Chapter six describes practical [[#|application]] of valuation analysis using multiples such as the price to earnings (P/E) ratio and the enterprise value to the EBITDA (EV/EBITDA) ratio as well as detailed issues associated with the discounted cash flow model. This chapter is not like a typical textbook treatment of discounted cash flow analysis that describes how to compute free cash flow and then add the terminal value and discount the cash flow at the WACC. Instead, the chapter explains theoretical and simple mathematical flaws in the way simple weighting of debt and equity is computed in the WACC; it describes flaws in how betas are un-levered and then re-levered and it explains why the cost of equity does not necessarily increase for highly leveraged companies due to call option characteristics of equity capital. The chapter explains how to establish drivers that explain why a P/E ratio, an EV/EBITDA ratio or a market to book ratio should be at a given level. Finally the chapter bridges the very wide gap between theory and practice in applying the discounted cash flow model. Real world problems addressed include determining stable relationships between depreciation and capital expenditures, treatment of deferred taxes and long-run estimates of changes in deferred taxes, consistency between working capital changes and growth rates, use of multiples in computing terminal values and other issues.

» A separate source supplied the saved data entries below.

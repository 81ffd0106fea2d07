"""Which free-air gradient belongs at depth: 2 g/r with the gravity that is there.

Poisson's equation on a layered sphere, dg/dz = 2 g/r - 4 pi G rho, worked out by hand for a uniform crust of
2670 kg m-3 on R = 6371 km; and Weihrauch 1886: gravity has no gradient where the density is two thirds of the
mean density of all that lies below.
"""

import numpy as np
import pytest

from plumbwell.earth.constants import FOUR_PI_G, MILLIGAL
from plumbwell.earth.earth_model import LayeredEarth
from plumbwell.earth.ellipsoid import WGS84, mean_curvature
from plumbwell.earth.free_air import bruns_gradient
from plumbwell.earth.normal_gravity import gravity_at_height
from plumbwell.earth.shells import shell_term, slab_density

RADIUS = 6_371_000.0
GM = 3.986004418e14
ROCK = 2670.0


def gravity(depth):
    """Gravity below a uniform crust."""
    crust = shell_term(-depth, ground_height=0.0, radius=RADIUS, tops=[0.0], densities=[ROCK])
    return GM / (RADIUS - depth) ** 2 + crust


@pytest.mark.parametrize(
    ("depth", "gradient", "with_surface", "with_continued"),
    [
        (0.0, 0.084342582, 2669.99554, 2670.00419),
        (1000.0, 0.084417471, 2669.10264, 2670.84263),
        (3000.0, 0.084567389, 2667.31517, 2672.52109),
        (5000.0, 0.084717496, 2665.52545, 2674.20166),
    ],
)
def test_only_the_actual_gravity_gives_the_density(depth, gradient, with_surface, with_continued):
    top, base = depth, depth + 10.0
    slope = (gravity(base) - gravity(top)) / 10.0
    assert slope / MILLIGAL == pytest.approx(gradient, abs=1e-9)
    middle = RADIUS - 0.5 * (top + base)
    surface = slab_density(gradient=slope, free_air_gradient=2 * GM / RADIUS**3)
    continued = slab_density(gradient=slope, free_air_gradient=2 * GM / middle**3)
    actual = slab_density(gradient=slope, free_air_gradient=2 * gravity(depth + 5.0) / middle)
    assert surface == pytest.approx(with_surface, abs=1e-2)
    assert continued == pytest.approx(with_continued, abs=2e-2)
    assert actual == pytest.approx(ROCK, abs=1e-4)


def test_bruns_with_actual_gravity_and_height_gives_the_density_at_depth():
    """A crust of 2670 kg m-3 under the normal field at 45 degrees: shell term and closed formula together."""
    latitude = np.radians(45.0)
    radius = 1 / mean_curvature(latitude, WGS84)
    for depth in (0.0, 1000.0, 3000.0, 5000.0):
        heights = -np.array([depth, depth + 5.0, depth + 10.0])
        crust = shell_term(heights, ground_height=0.0, radius=radius, tops=[0.0], densities=[ROCK])
        actual = gravity_at_height("WGS84", latitude=latitude, height=heights) + crust
        free_air = bruns_gradient("WGS84", latitude=latitude, gravity=actual[1], height=heights[1])
        found = slab_density(gradient=(actual[2] - actual[0]) / 10.0, free_air_gradient=free_air)
        assert found == pytest.approx(ROCK, abs=0.05)
        at_surface = bruns_gradient("WGS84", latitude=latitude, gravity=actual[1])
        low = slab_density(gradient=(actual[2] - actual[0]) / 10.0, free_air_gradient=at_surface)
        assert low - found == pytest.approx(-0.577e-3 * (depth + 5.0), abs=0.02)


def test_gradient_vanishes_at_two_thirds_of_the_mean_density_below():
    core = LayeredEarth(name="core", tops=[5e6], coefficients=[[6000.0]])
    mean = core.mass / (4 / 3 * np.pi * 5e6**3)
    for factor, sign in ((0.9, 1.0), (1.1, -1.0)):
        density = 2 / 3 * mean * factor
        earth = LayeredEarth(name="two", tops=[5e6, 5.0001e6], coefficients=[[6000.0], [density]])
        slope = (earth.gravity(5e6) - earth.gravity(5.0001e6)) / 100.0
        assert np.sign(slope) == sign
    neutral = LayeredEarth(name="two", tops=[5e6, 5.0001e6], coefficients=[[6000.0], [2 / 3 * mean]])
    heights = np.array([5e6, 5.00005e6])
    assert abs(np.diff(neutral.gravity(heights))[0] / 50.0) < 1e-4 * FOUR_PI_G * mean


def test_gravity_just_below_a_level_follows_the_gradient_of_the_model():
    earth = LayeredEarth(name="two", tops=[5e6, 6e6], coefficients=[[9000.0, 0.0], [4000.0, -1500.0]])
    for radius in (3e6, 5.5e6):
        slope = (earth.gravity(radius - 50.0) - earth.gravity(radius + 50.0)) / 100.0
        assert earth.gradient(radius) == pytest.approx(slope, rel=1e-7)
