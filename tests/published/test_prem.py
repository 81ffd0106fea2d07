"""The reference Earth model and falls through it against print.

Dziewonski & Anderson 1981, Preliminary reference Earth model, Phys. Earth Planet. Inter. 25, 297-356: gravity
of their table, which was made with G = 6.670e-11 (it is low by a constant 1.00065 against CODATA 2018).
Klotz 2015, The gravity tunnel in a non-uniform Earth, Am. J. Phys. 83, 231-237: 38 minutes, against 42 for a
uniform Earth.
"""

import numpy as np
import pytest

from plumbwell.earth.constants import STANDARD_GRAVITY, G
from plumbwell.earth.earth_model import PREM, uniform_earth, uniform_fall_time


@pytest.mark.parametrize(
    ("radius_km", "printed"),
    [
        (6371.0, 9.816),
        (6368.0, 9.822),
        (6356.0, 9.833),
        (6346.6, 9.839),
        (6151.0, 9.905),
        (5971.0, 9.969),
        (5701.0, 10.014),
        (3480.0, 10.682),
        (3000.0, 9.557),
        (2000.0, 6.772),
        (1221.5, 4.400),
        (600.0, 2.186),
    ],
)
def test_gravity_of_the_printed_table(radius_km, printed):
    """Three printed decimals; G = 6.670e-11 is itself known to half a unit, 7.5e-5 of gravity."""
    value = PREM.gravity(radius_km * 1e3) * 6.670e-11 / G
    assert abs(value - printed) <= 5e-4 + 7.5e-5 * printed


def test_mass_and_moment_of_inertia_are_those_the_model_was_made_for():
    """Constraints of the model: 5.974e24 kg, 0.3308 M a2 (Dziewonski & Anderson 1981, from memory)."""
    assert PREM.mass == pytest.approx(5.974e24, abs=1e21)
    assert PREM.moment_of_inertia / (PREM.mass * PREM.radius**2) == pytest.approx(0.3308, abs=5e-5)


def test_gravity_is_largest_at_the_core_and_has_a_minimum_within_the_lower_mantle():
    radii = np.linspace(1e5, 6.371e6, 6272)
    assert radii[np.argmax(PREM.gravity(radii))] == pytest.approx(3.48e6, abs=1500.0)
    mantle = radii[(radii > 3.6e6) & (radii < 5.6e6)]
    assert mantle[np.argmin(PREM.gravity(mantle))] == pytest.approx(4.881e6, abs=5e3)


def test_falls_through_the_earth_after_klotz_2015():
    assert round(PREM.fall_time() / 60) == 38
    assert round(uniform_fall_time(6_371_000.0, STANDARD_GRAVITY) / 60) == 42


def test_fall_time_recomputed_by_steps():
    """Fourth-order steps of the motion itself, from the surface to the centre."""
    radii = np.linspace(0.0, PREM.radius, 20001)
    table = PREM.gravity(radii)

    def pull(r):
        return -np.interp(r, radii, table)

    r, v, t, h = PREM.radius, 0.0, 0.0, 0.5
    while True:
        k1, l1 = v, pull(r)
        k2, l2 = v + h / 2 * l1, pull(r + h / 2 * k1)
        k3, l3 = v + h / 2 * l2, pull(r + h / 2 * k2)
        k4, l4 = v + h * l3, pull(r + h * k3)
        after = r + h / 6 * (k1 + 2 * k2 + 2 * k3 + k4)
        if after <= 0.0:
            break
        r, v, t = after, v + h / 6 * (l1 + 2 * l2 + 2 * l3 + l4), t + h
    assert PREM.fall_time() == pytest.approx(2 * (t - r / v), rel=1e-6)
    assert np.sqrt(2 * PREM.potential_drop(0.0)) == pytest.approx(-v, rel=1e-6)


def test_uniform_earth_falls_in_its_closed_time():
    earth = uniform_earth(6.371e6, 5514.0)
    surface = float(earth.gravity(earth.radius))
    assert earth.fall_time() == pytest.approx(uniform_fall_time(earth.radius, surface), rel=1e-12)
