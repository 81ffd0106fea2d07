"""The change of normal gravity with height against its printed forms.

Hinze et al. 2005, Geophysics 70(4), J25-J32: second-order height correction with the constants of GRS80,
-(0.3087691 - 0.0004398 sin2) h + 7.2125e-8 h2 mGal.
Bruns' formula F = 2 g J + 2 omega2 (Heiskanen & Moritz 1967, eq. 2-20) against the slope of the closed
formula.
"""

import numpy as np
import pytest

from plumbwell.earth.constants import MICROGAL, MILLIGAL
from plumbwell.earth.ellipsoid import GRS80
from plumbwell.earth.free_air import bruns_gradient
from plumbwell.earth.normal_gravity import (
    SYSTEMS,
    gradient_at_height,
    gravity_at_height,
    gravity_on_ellipsoid,
    height_change,
)

LATITUDES = np.radians([-90.0, -45.0, 0.0, 15.0, 45.0, 60.0, 90.0])


def test_printed_coefficients_of_hinze_2005_follow_from_grs80():
    a, f, m = GRS80.semi_major, GRS80.flattening, GRS80.m
    scale = 2 * GRS80.gamma_e / a / MILLIGAL
    assert abs(scale * (1 + f + m) - 0.3087691) <= 5e-8
    assert abs(scale * (3 * f - 2.5 * m) - 0.0004398) <= 5e-8
    assert abs(3 * GRS80.gamma_e / a**2 / MILLIGAL - 7.2125e-8) <= 5e-13


@pytest.mark.parametrize("height", [-3000.0, -500.0, 1000.0, 5000.0])
def test_series_at_the_equator_is_hinze_2005(height):
    printed = -0.3087691 * height + 7.2125e-8 * height**2
    value = height_change("GRS80", latitude=0.0, height=height, form="series") / MILLIGAL
    assert abs(value - printed) <= 5e-8 * abs(height) + 5e-13 * height**2


def test_series_away_from_the_equator_keeps_to_hinze_2005_within_its_neglected_terms():
    """Hinze's form takes gravity at the equator in the second order: 1.1e-5 mGal/m at most."""
    sin2 = np.sin(LATITUDES) ** 2
    printed = -(0.3087691 - 0.0004398 * sin2) * 1000.0 + 7.2125e-8 * 1e6
    value = height_change("GRS80", latitude=LATITUDES, height=1000.0, form="series") / MILLIGAL
    assert np.abs(value - printed).max() < 1.1e-2


def test_series_departs_from_the_closed_form_by_11_microgal_a_kilometre_at_the_equator():
    off = gravity_at_height("GRS80", latitude=0.0, height=-1000.0, form="series") - gravity_at_height(
        "GRS80", latitude=0.0, height=-1000.0
    )
    assert off / MICROGAL == pytest.approx(-11.24, abs=0.01)


@pytest.mark.parametrize("system", ["WGS84", "GRS80", "GRS67"])
def test_bruns_equals_the_slope_of_the_closed_form_on_the_ellipsoid(system):
    gravity = gravity_on_ellipsoid(system, latitude=LATITUDES)
    bruns = bruns_gradient(system, latitude=LATITUDES, gravity=gravity)
    slope = gradient_at_height(system, latitude=LATITUDES, height=0.0)
    np.testing.assert_allclose(bruns, slope, rtol=1e-11)


@pytest.mark.parametrize("height", [-5000.0, -1000.0, 3000.0])
def test_bruns_off_the_ellipsoid_keeps_to_the_slope_of_the_closed_form(height):
    gravity = gravity_at_height("WGS84", latitude=LATITUDES, height=height)
    bruns = bruns_gradient("WGS84", latitude=LATITUDES, gravity=gravity, height=height)
    slope = gradient_at_height("WGS84", latitude=LATITUDES, height=height)
    np.testing.assert_allclose(bruns, slope, rtol=1.2e-5)


def test_bruns_with_the_1930_formula_keeps_to_its_rounded_constants():
    gravity = gravity_on_ellipsoid("1930", latitude=LATITUDES)
    bruns = bruns_gradient("1930", latitude=LATITUDES, gravity=gravity)
    np.testing.assert_allclose(bruns, gradient_at_height("1930", latitude=LATITUDES, height=0.0), rtol=2e-8)


@pytest.mark.parametrize(
    ("degrees", "milligal_per_metre"), [(0.0, 0.3087798), (45.0, 0.3085598), (90.0, 0.3083388)]
)
def test_wgs84_free_air_gradient_by_hand(degrees, milligal_per_metre):
    """2 gamma J + 2 omega2 worked out by hand with the printed constants of WGS84."""
    sin2 = np.sin(np.radians(degrees)) ** 2
    w2 = 1 - 0.00669437999014 * sin2
    gamma = 9.7803253359 * (1 + 0.00193185265241 * sin2) / w2**0.5
    curvature = 0.5 * (w2**1.5 / (1 - 0.00669437999014) + w2**0.5) / 6378137.0
    by_hand = (2 * gamma * curvature + 2 * 7.292115e-5**2) / MILLIGAL
    assert abs(by_hand - milligal_per_metre) <= 5e-8
    value = gradient_at_height("WGS84", latitude=np.radians(degrees), height=0.0) / MILLIGAL
    assert value == pytest.approx(by_hand, rel=1e-11)


def test_every_system_has_both_forms():
    for system in SYSTEMS:
        for form in ("closed", "series"):
            change = height_change(system, latitude=0.9, height=-100.0, form=form)
            assert 0.03085 * 1e-2 < change < 0.0309 * 1e-2
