import { serviceClasses } from '@/lib/contracts/policy';

type Typed = Readonly<Record<string, FormDataEntryValue>>;

/** The flat fields of the form as the contract wants them. The cycle is typed in hours and kept in minutes. */
export function policyInput(typed: Typed, basedOnVersion: number) {
  const cycle = (text: FormDataEntryValue | undefined) => {
    const hours = String(text ?? '');
    return hours.trim() === '' || Number.isNaN(Number(hours)) ? hours : Math.round(Number(hours) * 60);
  };
  return {
    basedOnVersion,
    rules: {
      marginMin: typed.marginMin,
      maxRateGPerM2: { solid: typed.solid, prewet: typed.prewet, abrasive: typed.abrasive },
      maxLiquidRateMlPerM2: typed.liquid,
      classes: Object.fromEntries(
        serviceClasses.map((name) => [
          name,
          { promise: typed[`promise.${name}`], cycleMin: cycle(typed[`cycle.${name}`]) },
        ]),
      ),
    },
  };
}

Chapter 7 – Development of Long-term and Short-term Price Forecasts in Valuation Analysis

Whether it be through government support, contracts developed by lawyers who charge thousands of dollars per hour, through advertising that creates addictions to products, the assumption that prices can remain above the cost of production for an industry is a dangerous way to make long-term projections. Part 7 explains how to evaluate supply curves and the cost of production in an objective manner. The discussion begins with explanation of how companies desire to explain how they have unique advantages that enable them to maintain prices above the cost of production and earn returns higher than their cost of captial. Examples where earned returns are very high including the cable industry are described.